Based on the Gargoyles cartoon show (produced by Buena Vista's parent company, Disney), this video game places you in control of Goliath, the leader of the gargoyle clan at Castle Wyvern. The game consists of five levels, each split into several subsections. The first two levels take place in the castle itself in A.D. 995, the remaining three in modern-day New York City.

Even players who are familiar with the show will be somewhat confused by the storyline. As the game begins, Viking wizards have created a talisman of great magical power - the Eye of Odin. (In the show, the Eye of Odin is, quite literally the eye of the god Odin, stolen from him at some point in the last thousand years.) Mad with power, they decide to attack, of all things, a small castle in Northern Scotland. As the game progresses, some of the events from the show occur - but in a fairly nonsensical manner. After the second level, despite having defeated the Vikings, you're put under a magic spell for letting the castle be destroyed. Just as in the cartoon, the spell is set to break "when the castle rises above the clouds", and it's done the same way - the castle is placed on a very tall skyscraper. Why anybody would do this, however, is not explained; nor is it apparent why you immediately find yourself waist-deep in malevolent robots. When you reach the end, you discover the source of all the trouble - Demona - but she isn't introduced until exactly this point, and it isn't explained who she is or what she's doing here.
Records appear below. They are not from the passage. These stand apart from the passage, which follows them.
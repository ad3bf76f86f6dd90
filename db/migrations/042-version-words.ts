import type { Knex } from 'knex';

export async function up(knex: Knex): Promise<void> {
  await knex.raw(`
    create table if not exists version_words (
      notebook_id char(36) character set ascii collate ascii_bin not null,
      -- The words say how the version to_number differs from from_number; versions never change, so neither do they.
      from_number int unsigned not null,
      to_number int unsigned not null,
      -- In which wording; rows of an older wording are written anew.
      form smallint unsigned not null,
      words json not null,
      primary key (notebook_id, to_number, from_number),
      constraint version_words_notebook foreign key (notebook_id) references notebooks (id) on delete cascade
    ) engine = InnoDB default character set utf8mb4 collate utf8mb4_unicode_ci
  `);
}

export async function down(knex: Knex): Promise<void> {
  await knex.raw('drop table if exists version_words');
}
Neither is the gameplay particularly outstanding. All of the enemies and traps are incredibly predictable; unfortunately, that doesn't make it easy to kill them - the patterns they run in often leave you only a fraction of a second to attack. On the other hand, all of the enemies except bosses and the "Thor 3000" robots can be killed simply by throwing them. The bosses themselves get more or less progressively more difficult: the Viking Wizard on the first level is fairly easy to beat; but if you can even get through the three Cerebrus robots to Demona, you then have to face her while avoiding a huge machine gun and some other odd attacks. It is doable, but you'll most likely get frustrated beforehand with having to fight so many mini-bosses to get to her. Replayability is minimal; the difficulty levels simply mean you start with a different number of lives.

Overall, Gargoyles isn't a horrible game, but neither is it very good. It's alright for an hour or so's diversion, but don't go looking for anything particularly challenging or innovative.